WP5 leads are Professor Adam Gordon at University of Nottingham and Ann-Marie Towers at University of Kent.
This final work package builds on previous work by conducting a pilot of the minimum data set (MDS) to assess its acceptability, feasibility, psychometric properties and utility to health and social care.
Aims and Objectives
- Assess the feasibility of collecting data directly from care homes and matching this to routinely collected health and social care data to populate a complete MDS;
- Assess the quality of the MDS data, comprising care home-collected data alongside routine service data, to create a MDS with the minimum number of scales/attributes required;
- Evaluate the utility of the matched MDS data to stakeholders (ICSs, CCGs, local authorities, providers and residents and their families);
- Systematically assess potential barriers and facilitators to wider implementation of the MDS,
The content of the MDS and a process for collecting data directly from homes will already have been agreed as part of work packages one to four. Ethical approval will be sought for the study from the Health Research Authority and the study will comply with the Mental Capacity Act (2005) to enable the inclusion of all residents, regardless of their capacity to consent.

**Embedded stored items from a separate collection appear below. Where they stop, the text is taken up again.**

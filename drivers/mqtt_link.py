"""The MQTT link: the corral wire messages through an MQTT 5 broker.

Payloads are the same positional msgpack message bodies as on the serial
line (`drivers.wire.encode_body` / `decode_body`) without COBS framing and
without the CRC (MQTT runs over TCP, which already checks its bytes).
docs/mqtt.md lists the topics and their rules.

What lives here: `MqttLink`, the host side of one rig (a `drivers.base.Link`).
It re-exports, where callers have always found them, the ``[link.mqtt]``
options (`drivers.mqtt_settings`), the client plumbing both ends share
(`drivers.mqtt_client`: `Topics`, `make_client`, `status_payload`, ...) and the
runtime's publisher (`drivers.mqtt_publisher.MqttPublisher`). What does not:
the simulated device (`sim_rigs.device_mqtt`), any control logic.
"""

from __future__ import annotations

import asyncio
import collections
import contextlib
import time
from collections.abc import Callable, Mapping
from typing import Any

import aiomqtt

from drivers.base import (
    Command,
    Hello,
    LatencyRing,
    Link,
    LinkClosed,
    LinkStats,
    Sample,
    SampleInbox,
    await_hello,
    new_session,
)
from drivers.mqtt_client import (
    Topics,
    admits_anonymous,
    client_id,
    connect_client,
    decode_status,
    disconnect_client,
    expiry,
    explain_mqtt_error,
    make_client,
    publish_now,
    quick_ack,
    set_nodelay,
    status_payload,
    tls_context_for,
)
from drivers.mqtt_publisher import MqttPublisher, RequestCallback
from drivers.mqtt_settings import (
    DEFAULT_PORT,
    DEFAULT_TLS_PORT,
    REQUEST_OPS,
    TABLE_KEYS,
    MqttAuthError,
    MqttConfigError,
    MqttSettings,
    parse_host_port,
    parse_mqtt_url,
)
from drivers.wire import (
    HOST_HELLO_RIG_ID,
    PROTOCOL_VERSION,
    DecodeError,
    Fault,
    Heartbeat,
    Message,
    SampleGate,
    Stop,
    UnknownKind,
    WireError,
    decode_body,
    encode_body,
    host_hello,
)

__all__ = [
    # re-exported from their modules, where callers found them before the split
    "DEFAULT_PORT", "DEFAULT_TLS_PORT", "HOST_HELLO_RIG_ID", "REQUEST_OPS", "TABLE_KEYS",
    "MqttAuthError", "MqttConfigError", "MqttLink", "MqttPublisher", "MqttSettings",
    "RequestCallback", "Topics", "admits_anonymous", "connect_client", "decode_status",
    "disconnect_client", "expiry", "explain_mqtt_error", "host_hello", "make_client",
    "parse_host_port", "parse_mqtt_url", "publish_now", "quick_ack", "set_nodelay",
    "status_payload", "tls_context_for",
]


# --------------------------------------------------------------------------- host link
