def law_tick_rig(x: Array, c: Array, eps: float, ic: Any, fc: Array, st: Array,
                 out: Array) -> None:  # pragma: no cover - jit
    """`law_tick` with the rig's sizes as compile-time constants (`law_tick_sized` with
    RIG_N, RIG_M and p = RIG_M commands: `runtime.method.design` gives C as many rows as
    inputs), compiled per rig; the dry-run loop and the sweep kernel call it."""
    law_tick_sized(x, c, eps, ic, fc, st, out, RIG_N, RIG_M, RIG_M)


def dry_run_loop(k0: int, k1: int, cmd: Array, eps_t: Array, dist: Array, lsc: Array,
                 xp: Array, pcode: Any, pmat: Array, prm: Array, limits: Array, substeps: int,
                 noise: Array, resolution: Array, delay: int, meas: Array, ic: Any, fc: Array,
                 st: Array, out: Array, work: Array, rec_x: Array, rec_y: Array,
                 rec_e: Array, rec_s: Array, rec_ratio: Array, rec_phi_d: Array,
                 rec_eff: Array, rec_gain: Array, rec_u: Array, rec_uraw: Array,
                 rec_wnorm: Array, rec_clamped: Array) -> None:  # pragma: no cover - jit
    """Ticks k0..k1-1 of the closed loop: law tick on the measurement, record, plant step.

    `meas[j]` is the j-th raw sensor reading (meas[0] taken before tick 0);
    the law sees meas[max(0, k - delay)] at tick k. `xp` is the true plant
    state, advanced in place by `sim_rigs.kernel.plant_step` (the rig coded as
    pcode, pmat, its parameters prm); readings by `sim_rigs.kernel.plant_measure`.
    """
    n = RIG_N
    m = RIG_M
    nreg = ic[I_NREG]
    dt = fc[F_TS]
    o_u = OUT_HEADER
    o_uraw = o_u + m
    o_e = o_uraw + 2 * m
    for k in range(k0, k1):
        y = meas[k - delay] if k >= delay else meas[0]
        law_tick_rig(y, cmd[k], eps_t[k], ic, fc, st, out)
        for i in range(n):
            rec_x[k, i] = xp[i]
            rec_y[k, i] = y[i]
            rec_e[k, i] = out[o_e + i]
        rec_s[k] = out[O_S]
        rec_ratio[k] = out[O_RATIO]
        rec_phi_d[k] = out[O_PHI_D]
        rec_eff[k] = out[O_EFF_RATE]
        rec_gain[k] = out[O_STEP_GAIN]
        rec_clamped[k] = out[O_CLAMPED]
        for j in range(m):
            rec_u[k, j] = out[o_u + j]
            rec_uraw[k, j] = out[o_uraw + j]
        w2 = 0.0
        for i in range(n, n + nreg * m):
            w2 += st[i] * st[i]
        rec_wnorm[k] = math.sqrt(w2)
        plant_step(xp, out[o_u:o_u + m], pcode, pmat, prm, limits, dt, substeps, lsc[k],
                   dist[k], work)
        plant_measure(xp, resolution, noise[k + 1], meas[k + 1])
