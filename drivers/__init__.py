"""Rig links and the wire protocol: the `Link` interface (`drivers.base`), the framed
codec (`drivers.wire`), the serial and MQTT links, and the C99 device-side codec
(`drivers/device_c/`). Imports neither `runtime` nor `sim_rigs`."""
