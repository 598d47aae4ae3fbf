"""The corral wire protocol: framing, checksum, message layouts, stream decoding.

A frame on the wire is ``COBS(body + CRC16_BE(body)) + b"\\x00"`` where ``body``
is one msgpack *positional array* ``[kind, seq, t, ...fields]`` and the CRC is
CRC-16/CCITT-FALSE over the body. docs/wire-protocol.md is the normative spec;
this module is the reference implementation of it in Python.

What lives here: the message kinds and layouts, encoding and decoding to and
from the `drivers.base` records (a hello checked for usability), the host hello,
and an incremental `FrameDecoder` that never raises on garbage. It re-exports,
where callers have always found them, the framing layer (`drivers.framing`:
COBS, the CRC, the error family), the sequence checks (`drivers.sequence`:
`SeqTracker`, `SampleGate`) and the device's fail-safe
(`drivers.command_guard.CommandGuard`). What does not: any transport (see
`drivers.serial_link`), any control logic.
"""


from __future__ import annotations

import math
from collections.abc import Iterable
from dataclasses import dataclass
from typing import SupportsFloat

import msgpack

from drivers.base import (
    STATUS_OK,
    Command,
    Hello,
    LinkStats,
    Sample,
)
from drivers.command_guard import CommandGuard
from drivers.framing import (
    DELIMITER,
    MAX_FRAME,
    CobsError,
    CrcError,
    DecodeError,
    UnknownKind,
    WireError,
    cobs_decode,
    cobs_encode,
    crc16,
    frame_body,
    unframe,
)
from drivers.sequence import SEQ_MOD, SampleGate, SeqTracker, seq_newer

__all__ = [
    # this module's own
    "STATUS_DEVICE_BASE_BIT", "MAX_STATUS_FLAGS", "PROTOCOL_VERSION", "KIND_HELLO",
    "KIND_SAMPLE", "KIND_COMMAND", "KIND_HEARTBEAT", "KIND_FAULT", "KIND_STOP", "KIND_NAMES",
    "MAX_CHANNELS", "Heartbeat", "Fault", "Stop", "Message", "HOST_HELLO_RIG_ID", "host_hello",
    "message_array", "encode_body",
    "encode_message", "decode_array", "decode_body", "decode_frame", "FrameDecoder",
    # re-exported from their modules, where callers found them before the split
    "DELIMITER", "MAX_FRAME", "SEQ_MOD", "CobsError", "CrcError", "DecodeError",
    "UnknownKind", "WireError", "cobs_decode", "cobs_encode", "crc16", "frame_body",
    "unframe", "SampleGate", "SeqTracker", "seq_newer", "CommandGuard",
]

STATUS_DEVICE_BASE_BIT = 8
"""Status bit of the first device-declared status flag (hello ``status_flags``)."""

MAX_STATUS_FLAGS = 24
"""Most status flags a hello may declare (bits 8..31)."""

PROTOCOL_VERSION = 2
"""Wire protocol version carried in every hello. Bumped on any incompatible change.

v2 added the session token (a trailing element of hello and command): a device obeys
commands only from the host session that completed the hello handshake."""

KIND_HELLO = 0
KIND_SAMPLE = 1
KIND_COMMAND = 2
KIND_HEARTBEAT = 3
KIND_FAULT = 4
KIND_STOP = 5
KIND_NAMES = {
    KIND_HELLO: "hello",
    KIND_SAMPLE: "sample",
    KIND_COMMAND: "command",
    KIND_HEARTBEAT: "heartbeat",
    KIND_FAULT: "fault",
    KIND_STOP: "stop",
}


# --------------------------------------------------------------------------- extra messages


@dataclass(frozen=True, slots=True)
class Heartbeat:
    """'I am alive' with the sender's status bits; either side may send it."""

    seq: int
    t: float
    status: int = STATUS_OK


@dataclass(frozen=True, slots=True)
class Fault:
    """A device-side fault report: numeric code and a short text."""

    seq: int
    t: float
    code: int
    text: str = ""


@dataclass(frozen=True, slots=True)
class Stop:
    """Outputs off now. From the host: an order. From the device: a report that it stopped."""

    seq: int
    t: float
    code: int = 0


Message = Hello | Sample | Command | Heartbeat | Fault | Stop

HOST_HELLO_RIG_ID = "host"
"""The rig id of a host's hello (it announces no channels)."""


def host_hello(session: int = 0) -> Hello:
    """The hello a host sends to ask a device to announce itself and grant `session`."""
    return Hello(PROTOCOL_VERSION, HOST_HELLO_RIG_ID, (), (), 0.0, (), (), (), 0.0, session)


# --------------------------------------------------------------------------- messages

_pack = msgpack.Packer(use_bin_type=True, autoreset=True).pack


def _floats(values: Iterable[SupportsFloat]) -> list[float]:
    return [float(v) for v in values]


def message_array(msg: Message, *, seq: int = 0, t: float = 0.0) -> list[object]:
    """The positional array for `msg`.

    `seq` and `t` are used for `Hello` (which carries neither) and `t` for
    `Command` (the device time of the sample it answers, 0.0 if unknown).
    """
    if isinstance(msg, Sample):
        return [
            KIND_SAMPLE, msg.seq % SEQ_MOD, float(msg.t_device), int(msg.status), _floats(msg.y)
        ]
    if isinstance(msg, Command):
        return [KIND_COMMAND, msg.seq % SEQ_MOD, float(t), int(msg.flags), _floats(msg.u),
                int(msg.session) % SEQ_MOD]
    if isinstance(msg, Heartbeat):
        return [KIND_HEARTBEAT, msg.seq % SEQ_MOD, float(msg.t), int(msg.status)]
    if isinstance(msg, Fault):
        return [KIND_FAULT, msg.seq % SEQ_MOD, float(msg.t), int(msg.code), str(msg.text)]
    if isinstance(msg, Stop):
        return [KIND_STOP, msg.seq % SEQ_MOD, float(msg.t), int(msg.code)]
    if isinstance(msg, Hello):
        flags: list[object] = ([[str(f) for f in msg.status_flags]] if msg.status_flags
                               else [])
        return [
            KIND_HELLO,
            seq % SEQ_MOD,
            float(t),
            int(msg.protocol),
            str(msg.rig_id),
            [str(c) for c in msg.channels],
            [str(u) for u in msg.units],
            float(msg.sample_rate_hz),
            [str(o) for o in msg.output_names],
            _floats(msg.output_limits),
            [str(u) for u in msg.output_units],
            float(msg.command_timeout_s),
            int(msg.session) % SEQ_MOD,
            *flags,
        ]
    raise TypeError(f"not a wire message: {type(msg).__name__}")


def encode_body(msg: Message, *, seq: int = 0, t: float = 0.0) -> bytes:
    """The msgpack body of `msg` (no CRC, no framing)."""
    return _pack(message_array(msg, seq=seq, t=t))


def encode_message(msg: Message, *, seq: int = 0, t: float = 0.0) -> bytes:
    """One complete frame for `msg`, delimiter included, ready to write to the wire."""
    return frame_body(encode_body(msg, seq=seq, t=t))


def _uint(v: object, what: str) -> int:
    if type(v) is not int or v < 0:
        raise DecodeError(f"{what} must be an unsigned integer, got {v!r}")
    return v


def _num(v: object, what: str) -> float:
    if type(v) is float:
        return v
    if type(v) is int:
        return float(v)
    raise DecodeError(f"{what} must be a number, got {v!r}")


def _numlist(v: object, what: str) -> tuple[float, ...]:
    if type(v) is not list:
        raise DecodeError(f"{what} must be an array")
    return tuple(_num(x, what) for x in v)


def _strlist(v: object, what: str) -> tuple[str, ...]:
    if type(v) is not list or not all(type(x) is str for x in v):
        raise DecodeError(f"{what} must be an array of strings")
    return tuple(v)


def _session(arr: list[object], i: int) -> int:
    """The session token at position `i` (0 when a v1 sender left it out)."""
    if len(arr) <= i:
        return 0
    v = _uint(arr[i], "session")
    if v >= SEQ_MOD:
        raise DecodeError("session must fit in 32 bits")
    return v


_MIN_LEN = {
    KIND_HELLO: 12,
    KIND_SAMPLE: 5,
    KIND_COMMAND: 5,
    KIND_HEARTBEAT: 4,
    KIND_FAULT: 5,
    KIND_STOP: 4,
}


def decode_array(arr: object) -> tuple[Message, int, float]:
    """Turn a positional array into a message; returns ``(message, seq, t)``.

    Extra trailing elements are ignored (forward compatibility). Raises
    `UnknownKind` for a kind this version does not know, `DecodeError` otherwise.
    """
    if type(arr) is not list or len(arr) < 3:
        raise DecodeError("message must be an array [kind, seq, t, ...]")
    kind = arr[0]
    if type(kind) is not int:
        raise DecodeError(f"kind must be an integer, got {kind!r}")
    need = _MIN_LEN.get(kind)
    if need is None:
        raise UnknownKind(kind)
    if len(arr) < need:
        raise DecodeError(f"{KIND_NAMES[kind]} needs {need} elements, got {len(arr)}")
    seq = _uint(arr[1], "seq")
    if seq >= SEQ_MOD:
        raise DecodeError("seq must fit in 32 bits")
    t = _num(arr[2], "t")
    msg: Message
    if kind == KIND_SAMPLE:
        msg = Sample(seq, t, _numlist(arr[4], "y"), _uint(arr[3], "status"))
    elif kind == KIND_COMMAND:
        u = _numlist(arr[4], "u")
        if not all(math.isfinite(v) for v in u):
            raise DecodeError("command u must be finite")
        msg = Command(seq, u, _uint(arr[3], "flags"), _session(arr, 5))
    elif kind == KIND_HEARTBEAT:
        msg = Heartbeat(seq, t, _uint(arr[3], "status"))
    elif kind == KIND_FAULT:
        if type(arr[4]) is not str:
            raise DecodeError("fault text must be a string")
        msg = Fault(seq, t, _uint(arr[3], "code"), arr[4])
    elif kind == KIND_STOP:
        msg = Stop(seq, t, _uint(arr[3], "code"))
    else:
        if type(arr[4]) is not str:
            raise DecodeError("rig_id must be a string")
        msg = Hello(
            protocol=_uint(arr[3], "protocol"),
            rig_id=arr[4],
            channels=_strlist(arr[5], "channels"),
            units=_strlist(arr[6], "units"),
            sample_rate_hz=_num(arr[7], "sample_rate_hz"),
            output_names=_strlist(arr[8], "output_names"),
            output_limits=_numlist(arr[9], "output_limits"),
            output_units=_strlist(arr[10], "output_units"),
            command_timeout_s=_num(arr[11], "command_timeout_s"),
            session=_session(arr, 12),
            status_flags=_strlist(arr[13], "status_flags") if len(arr) > 13 else (),
        )
        _check_hello(msg)
    return msg, seq, t


MAX_CHANNELS = 64
"""Most channels (and outputs) a hello may announce."""


def _check_hello(h: Hello) -> None:
    """A device hello must describe a usable rig; a host hello (no channels) carries none."""
    if len(h.channels) > MAX_CHANNELS or len(h.output_limits) > MAX_CHANNELS:
        raise DecodeError(f"hello announces more than {MAX_CHANNELS} channels or outputs")
    if len(h.status_flags) > MAX_STATUS_FLAGS:
        raise DecodeError(f"hello declares more than {MAX_STATUS_FLAGS} status flags")
    if not math.isfinite(h.command_timeout_s) or h.command_timeout_s < 0:
        raise DecodeError("hello command_timeout_s must be finite and not negative")
    if not h.channels:
        return  # a host hello: asks the device to announce itself
    if not (math.isfinite(h.sample_rate_hz) and h.sample_rate_hz > 0):
        raise DecodeError(f"hello sample_rate_hz must be positive, got {h.sample_rate_hz!r}")
    if not all(math.isfinite(v) and v > 0 for v in h.output_limits):
        raise DecodeError("hello output_limits must be positive and finite")


def decode_body(body: bytes) -> Message:
    """Decode one msgpack body into a message (see `decode_array`)."""
    try:
        arr = msgpack.unpackb(body, raw=False, use_list=True, strict_map_key=True)
    except Exception as exc:  # msgpack raises several unrelated types on garbage
        raise DecodeError(f"not a msgpack value: {exc}") from None
    return decode_array(arr)[0]


def decode_frame(encoded: bytes | bytearray | memoryview) -> Message:
    """Decode one frame given with or without its trailing delimiter.

    A frame longer than `MAX_FRAME` bytes (without its delimiter) is refused
    (`CobsError`), as the stream decoder refuses it.
    """
    data = bytes(encoded)
    if data.endswith(DELIMITER):
        data = data[:-1]
    if len(data) > MAX_FRAME:
        raise CobsError(f"frame of {len(data)} bytes is over the {MAX_FRAME}-byte limit")
    return decode_body(unframe(data))


# --------------------------------------------------------------------------- stream decoding


class FrameDecoder:
    """Incremental decoder: feed it byte chunks of any size, get messages back.

    Never raises on bad input. Bad frames are counted into `stats`
    (`cobs_errors`, `crc_errors`, `decode_errors`, `unknown_kinds`) and skipped;
    the next 0x00 always resynchronises, so one corrupted byte costs at most
    the frame it lands in (two if it erased a delimiter). Good frames count
    into `stats.frames_in`.

    With ``synced=False`` the bytes before the first delimiter are dropped
    silently (a receiver that opened mid-frame has nothing to report).
    """

    __slots__ = ("stats", "max_frame", "_buf", "_discarding")

    def __init__(
        self, stats: LinkStats | None = None, *, max_frame: int = MAX_FRAME, synced: bool = True
    ) -> None:
        self.stats = stats if stats is not None else LinkStats()
        self.max_frame = max_frame
        self._buf = bytearray()
        self._discarding = not synced

    def reset(self, *, synced: bool = False) -> None:
        """Forget any partial frame (e.g. after a reconnect)."""
        self._buf.clear()
        self._discarding = not synced

    def feed(self, data: bytes | bytearray | memoryview) -> list[Message]:
        """Consume `data`; return every message completed by it, in order."""
        buf = self._buf
        buf += data
        out: list[Message] = []
        start = 0
        stats = self.stats
        while True:
            end = buf.find(0, start)
            if end < 0:
                break
            chunk = bytes(buf[start:end])
            start = end + 1
            if self._discarding:
                self._discarding = False
                continue
            if not chunk:
                continue  # idle fill / leading delimiter
            if len(chunk) > self.max_frame:
                stats.cobs_errors += 1
                continue
            try:
                msg = decode_body(unframe(chunk))
            except CrcError:
                stats.crc_errors += 1
            except CobsError:
                stats.cobs_errors += 1
            except UnknownKind:
                stats.unknown_kinds += 1
            except DecodeError:
                stats.decode_errors += 1
            else:
                stats.frames_in += 1
                out.append(msg)
        if start:
            del buf[:start]
        if len(buf) > self.max_frame:
            # No delimiter for longer than any legal frame: drop it all and
            # skip up to the next delimiter.
            if not self._discarding:
                stats.cobs_errors += 1
            buf.clear()
            self._discarding = True
        return out
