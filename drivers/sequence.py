"""Sample sequence numbers: wrap-aware order, gaps and duplicates, plausibility.

What lives here: `SEQ_MOD`, `seq_newer`, `SeqTracker` (gaps and duplicates)
and `SampleGate`, which checks every sample against the device's hello before
the loop sees it. What does not: decoding (`drivers.wire`).
"""

from __future__ import annotations

import math

from drivers.base import Hello, LinkStats, Sample

SEQ_MOD = 1 << 32
"""Sequence numbers are unsigned 32-bit and wrap."""


# --------------------------------------------------------------------------- sequences


class SeqTracker:
    """Counts sample sequence gaps and duplicates (32-bit wrap-aware).

    `accept(seq)` returns True for a sample newer than every one seen so far.
    A jump forward by k adds k - 1 to `stats.gaps` (samples missed). A sample
    not newer than the last accepted one (repeated or reordered) adds 1 to
    `stats.duplicates` and is rejected. Call `reset()` when the device
    re-announces itself (a new hello restarts its numbering).
    """

    __slots__ = ("stats", "last")

    def __init__(self, stats: LinkStats | None = None) -> None:
        self.stats = stats if stats is not None else LinkStats()
        self.last: int | None = None

    def reset(self) -> None:
        """Forget the last sequence number."""
        self.last = None

    def accept(self, seq: int) -> bool:
        """Record `seq`; True if it is new (forward), False if duplicate or old."""
        last = self.last
        if last is None:
            self.last = seq
            return True
        diff = (seq - last) % SEQ_MOD
        if diff == 0 or diff >= SEQ_MOD // 2:
            self.stats.duplicates += 1
            return False
        self.stats.gaps += diff - 1
        self.last = seq
        return True


class SampleGate:
    """Checks every sample against the device's hello before the loop sees it.

    A sample is refused (counted in `stats.rejected`, or `stats.duplicates`
    when it is not newer than the last one) when its reading count differs from
    the hello's channels, its device time is not finite, or it is implausible
    next to the last accepted sample: a sequence jump over `max_seq_jump`, or a
    device time that disagrees with the sequence step by more than
    `max_time_error_s`. Non-finite readings pass: a NaN from a sensor is the
    loop's `nonfinite` trip, not the link's to hide.

    One forged or corrupted sample cannot poison the stream: a refused sample
    is kept as a candidate, and only when the very next sample continues it
    (seq + 1, one period later) does the gate adopt the new numbering (a device
    that restarted without a hello), counting `stats.resyncs`; the real stream
    resynchronises back the same way. `accept` returns 0 (refused), 1
    (accepted) or 2 (accepted, new numbering: the device clock starts over).
    """

    __slots__ = ("stats", "channels", "period", "max_seq_jump", "max_time_error_s",
                 "last_seq", "last_t", "_cand", "_span")

    def __init__(self, stats: LinkStats | None = None, *, max_span_s: float = 1.0,
                 max_time_error_s: float = 0.5) -> None:
        self.stats = stats if stats is not None else LinkStats()
        self.channels: int | None = None
        self.period = 0.0
        self.max_seq_jump = 1000
        self.max_time_error_s = max_time_error_s
        self._span = max_span_s
        self.last_seq: int | None = None
        self.last_t = 0.0
        self._cand: tuple[int, float] | None = None

    def start(self, hello: Hello) -> None:
        """A new session with this device: its channel count and rate; numbering forgotten."""
        self.channels = len(hello.channels)
        rate = hello.sample_rate_hz
        self.period = 1.0 / rate if math.isfinite(rate) and rate > 0 else 0.0
        self.max_seq_jump = max(16, int(rate * self._span)) if self.period else 1000
        self.reset()

    def reset(self) -> None:
        """Forget the numbering (a new hello restarts it)."""
        self.last_seq = None
        self._cand = None

    def _plausible(self, seq: int, t: float, seq0: int, t0: float) -> bool:
        d = (seq - seq0) % SEQ_MOD
        if d == 0 or d >= SEQ_MOD // 2 or d > self.max_seq_jump:
            return False
        return abs((t - t0) - d * self.period) <= self.max_time_error_s + 0.1 * d * self.period

    def accept(self, s: Sample) -> int:
        """0: refused; 1: accepted; 2: accepted after a resynchronisation."""
        stats = self.stats
        t = s.t_device
        if (self.channels is not None and len(s.y) != self.channels) or not math.isfinite(t):
            stats.rejected += 1
            return 0
        seq = s.seq
        last = self.last_seq
        if last is None:
            self.last_seq, self.last_t = seq, t
            return 1
        if self._plausible(seq, t, last, self.last_t):
            stats.gaps += (seq - last) % SEQ_MOD - 1
            self.last_seq, self.last_t = seq, t
            self._cand = None
            return 1
        cand = self._cand
        if cand is not None and (seq - cand[0]) % SEQ_MOD == 1 \
                and self._plausible(seq, t, cand[0], cand[1]):
            self.last_seq, self.last_t = seq, t
            self._cand = None
            stats.resyncs += 1
            return 2
        d = (seq - last) % SEQ_MOD
        if d == 0:
            stats.duplicates += 1  # a plain repeat is never a resync candidate
            return 0
        self._cand = (seq, t)
        if d >= SEQ_MOD // 2:
            stats.duplicates += 1
        else:
            stats.rejected += 1
        return 0


def seq_newer(a: int, b: int) -> bool:
    """True if sequence number `a` is newer than `b` (32-bit serial arithmetic)."""
    return 0 < (a - b) % SEQ_MOD < SEQ_MOD // 2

A mixed-methods longitudinal pilot of the MDS will be conducted in 20 care homes for older people in three integrated care system (ICS) sites in England – Surrey Heartlands, Nottingham & Nottinghamshire, and North East & North Cumbria – (60 homes altogether). Altogether, we aim to recruit around 900 care home residents to the pilot study. Participating homes will be stratified by size and type of home (nursing or residential). All long-stay/permanent resident will be eligible to take part.
Care staff will be trained by the research team to complete the care home component of the MDS at three points in time: baseline, 4 months and 9 months. This data will be manually linked by the research team, using relevant identifiers (e.g. NHS number), to routinely held NHS Health and Social Care data. We will also collect important home-level data, such as size, registration category, CQC rating, type of provider, proportion of self-funders. After each wave of data collection, homes will receive feedback on their data benchmarked against other participating homes.
Focus groups with care staff and interviews with key stakeholders will establish the acceptability of the MDS and its perceived utility to health and social care.
Quantitative Data Analysis
Psychometric testing will explore the quality of the data collected and the measurement properties of the MDS. Regressions analysis will be used to consider the influence of baseline characteristics on completion rates. To explore the utility of the MDS, we will work with the three ICS sites to identify local, priority research questions and then use the MDS to try and answer these. Appropriate quantitative and econometric techniques will be used to analyse the data and exploit the longitudinal design.